Requirement:
Which lines have the string "runs"? Copy all of them from the entries below.

Collected data entries:
------
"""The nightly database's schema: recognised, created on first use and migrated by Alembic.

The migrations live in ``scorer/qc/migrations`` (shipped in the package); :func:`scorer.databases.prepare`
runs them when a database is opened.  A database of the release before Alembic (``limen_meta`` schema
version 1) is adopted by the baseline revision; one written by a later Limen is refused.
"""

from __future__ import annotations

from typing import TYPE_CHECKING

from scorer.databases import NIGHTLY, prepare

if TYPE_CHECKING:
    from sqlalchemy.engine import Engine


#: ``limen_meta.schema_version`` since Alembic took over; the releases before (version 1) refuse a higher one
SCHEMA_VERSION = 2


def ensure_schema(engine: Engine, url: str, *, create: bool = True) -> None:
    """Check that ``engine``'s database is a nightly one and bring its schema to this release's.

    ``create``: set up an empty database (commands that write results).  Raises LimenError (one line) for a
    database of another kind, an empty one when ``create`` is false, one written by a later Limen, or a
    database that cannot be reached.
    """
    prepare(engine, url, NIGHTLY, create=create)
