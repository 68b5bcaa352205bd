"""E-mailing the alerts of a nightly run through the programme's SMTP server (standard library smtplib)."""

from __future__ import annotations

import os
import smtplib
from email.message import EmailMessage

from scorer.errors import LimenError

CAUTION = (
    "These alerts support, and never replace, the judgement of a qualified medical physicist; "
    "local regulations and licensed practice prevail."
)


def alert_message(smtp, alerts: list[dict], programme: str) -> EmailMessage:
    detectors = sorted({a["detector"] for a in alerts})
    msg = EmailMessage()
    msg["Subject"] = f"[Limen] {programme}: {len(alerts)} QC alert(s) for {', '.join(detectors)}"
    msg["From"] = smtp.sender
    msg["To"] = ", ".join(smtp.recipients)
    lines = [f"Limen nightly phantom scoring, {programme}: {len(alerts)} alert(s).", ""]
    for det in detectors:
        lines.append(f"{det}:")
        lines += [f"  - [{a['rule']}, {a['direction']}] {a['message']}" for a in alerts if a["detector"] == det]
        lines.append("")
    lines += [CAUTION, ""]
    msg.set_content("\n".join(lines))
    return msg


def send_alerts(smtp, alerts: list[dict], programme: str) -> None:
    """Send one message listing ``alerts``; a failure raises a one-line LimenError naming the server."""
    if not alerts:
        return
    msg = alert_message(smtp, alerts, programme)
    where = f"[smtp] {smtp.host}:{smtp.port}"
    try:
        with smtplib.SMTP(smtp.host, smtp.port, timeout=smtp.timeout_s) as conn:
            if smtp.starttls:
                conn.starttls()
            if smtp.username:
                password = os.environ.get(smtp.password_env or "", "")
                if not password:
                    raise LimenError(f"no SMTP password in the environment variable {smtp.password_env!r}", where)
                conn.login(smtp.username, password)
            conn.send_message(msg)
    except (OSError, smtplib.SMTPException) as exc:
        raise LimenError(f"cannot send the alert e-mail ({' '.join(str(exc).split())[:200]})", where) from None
------
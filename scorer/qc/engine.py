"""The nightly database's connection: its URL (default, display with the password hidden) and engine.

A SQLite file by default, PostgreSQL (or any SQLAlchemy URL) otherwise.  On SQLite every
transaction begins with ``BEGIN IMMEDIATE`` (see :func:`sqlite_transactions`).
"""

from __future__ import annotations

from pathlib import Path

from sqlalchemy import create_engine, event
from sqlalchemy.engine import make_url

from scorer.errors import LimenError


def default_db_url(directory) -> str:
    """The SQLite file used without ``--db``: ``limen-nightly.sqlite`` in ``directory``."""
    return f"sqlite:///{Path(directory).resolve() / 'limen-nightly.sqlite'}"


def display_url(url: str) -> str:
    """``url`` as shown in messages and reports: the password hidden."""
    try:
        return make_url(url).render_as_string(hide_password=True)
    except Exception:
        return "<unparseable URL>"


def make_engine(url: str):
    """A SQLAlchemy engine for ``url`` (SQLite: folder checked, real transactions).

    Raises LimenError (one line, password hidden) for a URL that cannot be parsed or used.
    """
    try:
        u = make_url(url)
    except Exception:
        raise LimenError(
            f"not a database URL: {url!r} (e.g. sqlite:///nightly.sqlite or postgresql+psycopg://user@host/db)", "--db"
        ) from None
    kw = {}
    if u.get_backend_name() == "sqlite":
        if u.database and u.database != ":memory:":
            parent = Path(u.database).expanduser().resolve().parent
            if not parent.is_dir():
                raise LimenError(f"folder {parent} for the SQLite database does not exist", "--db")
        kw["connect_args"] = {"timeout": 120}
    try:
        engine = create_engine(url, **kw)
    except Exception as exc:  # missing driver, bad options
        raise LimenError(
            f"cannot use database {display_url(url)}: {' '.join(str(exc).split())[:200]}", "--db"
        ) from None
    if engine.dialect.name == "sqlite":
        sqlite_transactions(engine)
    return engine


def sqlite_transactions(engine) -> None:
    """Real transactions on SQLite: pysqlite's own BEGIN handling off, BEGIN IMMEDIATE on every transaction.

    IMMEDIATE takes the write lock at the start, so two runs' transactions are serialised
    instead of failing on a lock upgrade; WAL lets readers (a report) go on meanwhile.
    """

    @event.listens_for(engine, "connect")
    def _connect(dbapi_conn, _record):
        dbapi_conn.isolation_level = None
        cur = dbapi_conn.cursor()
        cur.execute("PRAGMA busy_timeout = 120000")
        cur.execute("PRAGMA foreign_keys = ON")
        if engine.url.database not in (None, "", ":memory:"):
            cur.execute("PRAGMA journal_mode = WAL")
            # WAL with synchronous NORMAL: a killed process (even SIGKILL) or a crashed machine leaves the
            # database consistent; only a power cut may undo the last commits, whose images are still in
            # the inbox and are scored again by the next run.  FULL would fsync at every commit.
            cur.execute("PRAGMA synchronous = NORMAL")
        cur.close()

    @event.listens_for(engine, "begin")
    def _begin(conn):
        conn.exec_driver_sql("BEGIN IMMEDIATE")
------
Task answer:
runs them when a database is opened.  A database of the release before Alembic (``limen_meta`` schema
    IMMEDIATE takes the write lock at the start, so two runs' transactions are serialised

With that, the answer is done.